* [Exercise]
Could you print the lines below exactly, from the one holding "Java2D stroke */" through the last line, with no other output?

* [Supplied material]
┏━━
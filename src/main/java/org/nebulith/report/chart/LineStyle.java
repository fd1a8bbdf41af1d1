package org.nebulith.report.chart;

import java.awt.BasicStroke;
import java.awt.Color;
import java.util.Objects;

/**
 * How a line is stroked.
 *
 * @param colour colour (alpha allowed)
 * @param width  width [pt]
 * @param dash   dash pattern [pt], on-off pairs; empty for a solid line
 */
public record LineStyle(Color colour, double width, float[] dash) {

    public LineStyle {
        Objects.requireNonNull(colour);
        dash = dash == null ? new float[0] : dash.clone();
        if (!(width > 0)) {
            throw new IllegalArgumentException("line width must be > 0, got " + width);
        }
    }

    /**
     * @param colour colour
     * @param width  width [pt]
     * @return a solid line
     */
    public static LineStyle solid(final Color colour, final double width) {
        return new LineStyle(colour, width, null);
    }

    /** @return a copy of the dash pattern */
    @Override
    public float[] dash() {
        return dash.clone();
    }

    /**
     * @param newWidth width [pt]
     * @return this style with another width
     */
    public LineStyle withWidth(final double newWidth) {
        return new LineStyle(colour, newWidth, dash);
    }

    /** @return the Java2D stroke */
    BasicStroke stroke() {
        return dash.length == 0
                ? new BasicStroke((float) width, BasicStroke.CAP_BUTT, BasicStroke.JOIN_ROUND)
                : new BasicStroke((float) width, BasicStroke.CAP_BUTT, BasicStroke.JOIN_ROUND, 10f, dash, 0f);
    }
}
┗━━
* [Answer space]
    /** @return the Java2D stroke */
    BasicStroke stroke() {
        return dash.length == 0
                ? new BasicStroke((float) width, BasicStroke.CAP_BUTT, BasicStroke.JOIN_ROUND)
                : new BasicStroke((float) width, BasicStroke.CAP_BUTT, BasicStroke.JOIN_ROUND, 10f, dash, 0f);
    }
}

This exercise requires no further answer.